10 anni fa non l'avrei mai voluto uno cosi, ad oggi ben venga.


----------



## 7AlePato7 (20 Ottobre 2013)

Io lo vorrei eccome... Pastore dietro Balotelli, con Honda a destra e El Shaarawy a sinistra.


----------



## 7AlePato7 (20 Ottobre 2013)

alexrossonero ha scritto:


> Bisogna anche dire che un trequartista vero e proprio al momento non lo abbiamo, intendo uno da ultimo passaggio, con 'occhi dietro la schiena'.
> 
> Kakà non è un passatore vero e proprio e ha perso smalto e molta quantità, per me potrebbe rendere meglio da seconda punta.
> Birsa ieri sera ha giocato partendo da destra ed in effetti nasce come ala e nemmeno lui è un classico 'dieci'.
> ...


Concordo... bisogna provare a schierare qualità in campo, basta zappatori che non sanno fare due passaggi di fila.


----------



## Hammer (20 Ottobre 2013)

Tecnicamente è mostruoso, ma psicologicamente sembra essere disastroso. Se davvero fosse così fragile, non credo che il Milan potrebbe essere il club giusto per lui.


----------



## Jino (20 Ottobre 2013)

Hammer ha scritto:


> Tecnicamente è mostruoso, ma psicologicamente sembra essere disastroso. Se davvero fosse così fragile, non credo che il Milan potrebbe essere il club giusto per lui.
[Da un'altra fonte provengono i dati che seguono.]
// Reading requests written the way people write them (Skerrywake demo catalog).
import { describe, expect, it } from 'vitest';
import { readRequest } from '../../bot/intake.js';
import { exampleDataset } from '../helpers/example-config.js';

const now = new Date('2026-12-01T10:00:00Z');
const read = (text: string) => readRequest(text, exampleDataset, { now, timeZone: 'Europe/Dublin' });

describe('intake', () => {
  it('finds a metric by synonym and a trend request', () => {
    const b = read('How have our takings moved over time?');
    expect(b.metrics).toEqual(['revenue']);
    expect(b.kinds).toContain('trend');
  });

  it('tolerates a typo in a metric name', () => {
    expect(read('how has revnue trended month by month').metrics).toEqual(['revenue']);
    expect(read('trend of pasengers please').metrics).toEqual(['passengers']);
  });

  it('prefers the longest catalog phrase', () => {
    expect(read('where does average fare per passenger stand this month?').metrics).toEqual(['fare_per_passenger']);
  });

  it('does not stretch typo tolerance to short words', () => {
    // "care" is one edit from "fare" but short words get no tolerance.
    expect(read('do we care about the trend?').metrics).toEqual([]);
  });

  it('reports a metric-like phrase that matches nothing, with the closest entries', () => {
    const b = read('Show me the trend of churn over time');
    expect(b.metrics).toEqual([]);
    expect(b.unknownTerms[0]?.text).toBe('churn');
    expect(b.unknownTerms[0]?.closest.length).toBeGreaterThan(0);
  });

  it('reads grain, audience and a relative deadline', () => {
    const b = read('For the leadership offsite: monthly revenue trend, needed by the 15th');
    expect(b.grain).toBe('month');
    expect(b.audience).toBe('leadership');
    expect(b.deadline).toBe('2026-12-15');
  });

  it('reads "asap" as today in the dataset time zone', () => {
    expect(read('revenue trend asap').deadline).toBe('2026-12-01');
  });

  it('finds several kinds in the demo request', () => {
    const b = read(
      'Ops review is on the 15th. Could the data team tell us whether this summer beat last summer, which routes and booking channels drove the difference, whether SkerryPass holders really travel more often than other customers since it launched, and where average fare per passenger and the share of revenue we refunded stand for the last full month?',
    );
    expect(b.kinds).toEqual(expect.arrayContaining(['growth', 'performance', 'kpi']));
    expect(b.metrics).toEqual(expect.arrayContaining(['fare_per_passenger', 'refunded_revenue_share']));
    expect(b.dimensions).toEqual(expect.arrayContaining(['route', 'channel']));
    expect(b.comparisonGroup).toBe('skerrypass');
    expect(b.deadline).toBe('2026-12-15');
  });

  it('never offers personal data as a dimension', () => {
    expect(read('revenue by customer email').dimensions).not.toContain('customer_email');
  });
});
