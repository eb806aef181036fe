// A request far longer than a chat message (a pasted document): intake reads only its first
// REQUEST_READ_LIMIT characters, the thread is told so and where reading stopped, and nothing is
// lost: the whole text is in the audit log and in the thread's state. The limit of a few thousand
// characters is common practice for chat messages (Slack advises keeping a message's text under
// 4,000 characters and Discord caps a message at 2,000: both recalled from memory).
import pLimit from 'p-limit';
import { afterAll, beforeAll, describe, expect, it } from 'vitest';
import { openWorkspace, type Workspace } from '../../analysis/workspace.js';
import { Bot } from '../../bot/Bot.js';
import { readablePart, readRequest, REQUEST_READ_LIMIT } from '../../bot/reading/read-request.js';
import { exampleValues } from '../helpers/example-facts.js';
import { presentAnswer, presentSummary } from '../../bot/present-answer.js';
import { MemoryStateStore } from '../../bot/stores/MemoryStateStore.js';
import { loadConfig } from '../../config/load.js';
import { demoFixture } from '../helpers/demo-fixture.js';
import { EXAMPLE_CONFIG_PATH } from '../helpers/example-config.js';
import { RecordingPort } from '../helpers/recording-port.js';

const now = new Date('2025-06-20T09:00:00Z');
const REQUEST = 'How has revenue moved over time, month by month? It is for the ops review.';
// Filler that names no catalog term, then a tail that names a metric and personal data: read, they would change the brief.
const FILLER = 'Notes pasted from the meeting minutes follow here without any figures in them. ';
const TAIL = ' Also show passengers weekly, broken down by customer email.';

function longRequest(total: number): string {
  const body = FILLER.repeat(Math.ceil(total / FILLER.length));
  return (REQUEST + ' ' + body).slice(0, total - TAIL.length) + TAIL;
}

describe('readablePart', () => {
  it('leaves a request within the limit whole', () => {
    expect(readablePart(REQUEST)).toBe(REQUEST);
    const exact = 'a'.repeat(REQUEST_READ_LIMIT);
    expect(readablePart(exact)).toBe(exact);
  });

  it('cuts a longer one at or before the limit, between words', () => {
    const text = longRequest(100_000);
    const part = readablePart(text);
    expect(part.length).toBeLessThanOrEqual(REQUEST_READ_LIMIT);
    expect(part.length).toBeGreaterThan(REQUEST_READ_LIMIT - 200);
    expect(text.startsWith(part)).toBe(true);
    // The next character is a space: no word is half read.
    expect(text[part.length]).toMatch(/\s/);
  });

  it('never splits a character outside the Basic Multilingual Plane (a UTF-16 surrogate pair)', () => {
    const text = `${'x'.repeat(REQUEST_READ_LIMIT - 1)}\u{1F6A2}${'y'.repeat(10)}`;
    const part = readablePart(text);
    expect(part).toBe('x'.repeat(REQUEST_READ_LIMIT - 1));
    expect(() => encodeURIComponent(part)).not.toThrow();
  });

  it('a brief is read from the readable part only, and keeps the whole text', () => {
    const ds = loadConfig(EXAMPLE_CONFIG_PATH).datasets[0]!;
    const text = longRequest(100_000);
    const brief = readRequest(text, { dataset: ds, coverage: { firstDate: '2022-01-01', lastDate: '2025-06-18', rows: 1 }, values: exampleValues }, { now });
    expect(brief.requestText).toBe(text);
    expect(brief.metrics).toEqual(['revenue']);
    expect(brief.grain).toBe('month');
    expect(brief.personalData).toBeUndefined();
    // The control: the tail, within the limit, is read.
    const short = readRequest(REQUEST + TAIL, { dataset: ds, coverage: { firstDate: '2022-01-01', lastDate: '2025-06-18', rows: 1 }, values: exampleValues }, { now });
    expect(short.metrics).toContain('passengers');
    expect(short.personalData).toEqual(['customer_email']);
  });
});

describe('a 100,000-character request through the bot', () => {
  let ws: Workspace;
  beforeAll(async () => {
    ws = await openWorkspace(loadConfig((await demoFixture()).configPath));
  });
  afterAll(async () => {
    await ws?.source.close();
  });

  it('is acknowledged with a clear note of what was read; the audit log and the state keep all of it', async () => {
    const port = new RecordingPort();
    const store = new MemoryStateStore();
    const bot = new Bot({ workspace: ws, port, store, now: () => now, presentAnswer, presentSummary, jobs: pLimit(2) });
    const text = longRequest(100_000);
    await bot.handle({ threadId: 'local:long', author: 'maren', text, channel: 'local' });

    const posts = port.inThread('local:long');
    const ack = posts[0]!.text;
    const read = readablePart(text);
    // The brief card holds the note of what was read.
    expect(ack).toMatch(/^\*Here is what I understood\.\*/);
    expect(ack).toMatch(/Measure:\* Revenue/);
    expect(ack).toContain(`Your message is 100,000 characters long, more than I read in one request, so I read the first ${read.length.toLocaleString('en')} characters`);
    // Where reading stopped: the last words of the readable part, quoted.
    const lastWords = read.trimEnd().split(' ').slice(-3).join(' ');
    expect(ack).toContain(`${lastWords}".`);
    expect(ack).toContain('the whole message is kept in the request log');
    // The tail was not read: no refusal of personal data, no passengers, and the conversation goes on.
    expect(posts.map((p) => p.text).join('\n')).not.toMatch(/customer email|personal data/i);
    const state = await store.get('local:long');
    expect(state!.stage).toBe('planning');
    expect(state!.brief.requestText).toBe(text);
    expect(state!.brief.metrics).toEqual(['revenue']);
    // Nothing is lost: the audit log holds the whole message.
    const request = (await store.listAudit()).find((e) => e.kind === 'request')!;
    expect(request.detail.text).toBe(text);
  });

  it('a request within the limit gets the acknowledgement alone (the control)', async () => {
    const port = new RecordingPort();
    const store = new MemoryStateStore();
    const bot = new Bot({ workspace: ws, port, store, now: () => now, presentAnswer, presentSummary, jobs: pLimit(2) });
    await bot.handle({ threadId: 'local:short', author: 'maren', text: REQUEST, channel: 'local' });
    const ack = port.inThread('local:short')[0]!.text;
    expect(ack).toMatch(/^\*Here is what I understood\.\*/);
    expect(ack).toMatch(/Measure:\* Revenue/);
    expect(ack).not.toContain('characters long');
  });
});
Partendo dal presupposto che non è chissà quale fuoriclasse ed è evidente che i 40 mln pagati per lui non erano affatto specchio del suo valore parliamo comunque di un ottimo giocatore, sopratutto tecnicamente. Io credo che lui dopo una prima ottima stagione a Parigi si sia perso sopratutto per motivi tattici. Hanno cambiato modulo, il trequartista non è più previsto. Farlo giocare esterno d'attacco o in mezzo al campo è evidente che ne ha limitato il valore.


----------



## Djici (20 Ottobre 2013)

4231 con eslha-pastore-honda dietro a mario...


----------



## Snape (20 Ottobre 2013)

E' gia nostro


----------



## juventino (20 Ottobre 2013)

Forse il giocatore più sopravvalutato ed eccessivamente incensato che abbia mai visto.


----------



## Snape (20 Ottobre 2013)

juventino ha scritto:


> Forse il giocatore più sopravvalutato ed eccessivamente incensato che abbia mai visto.



Ti confondi col pirlo periodo juve


----------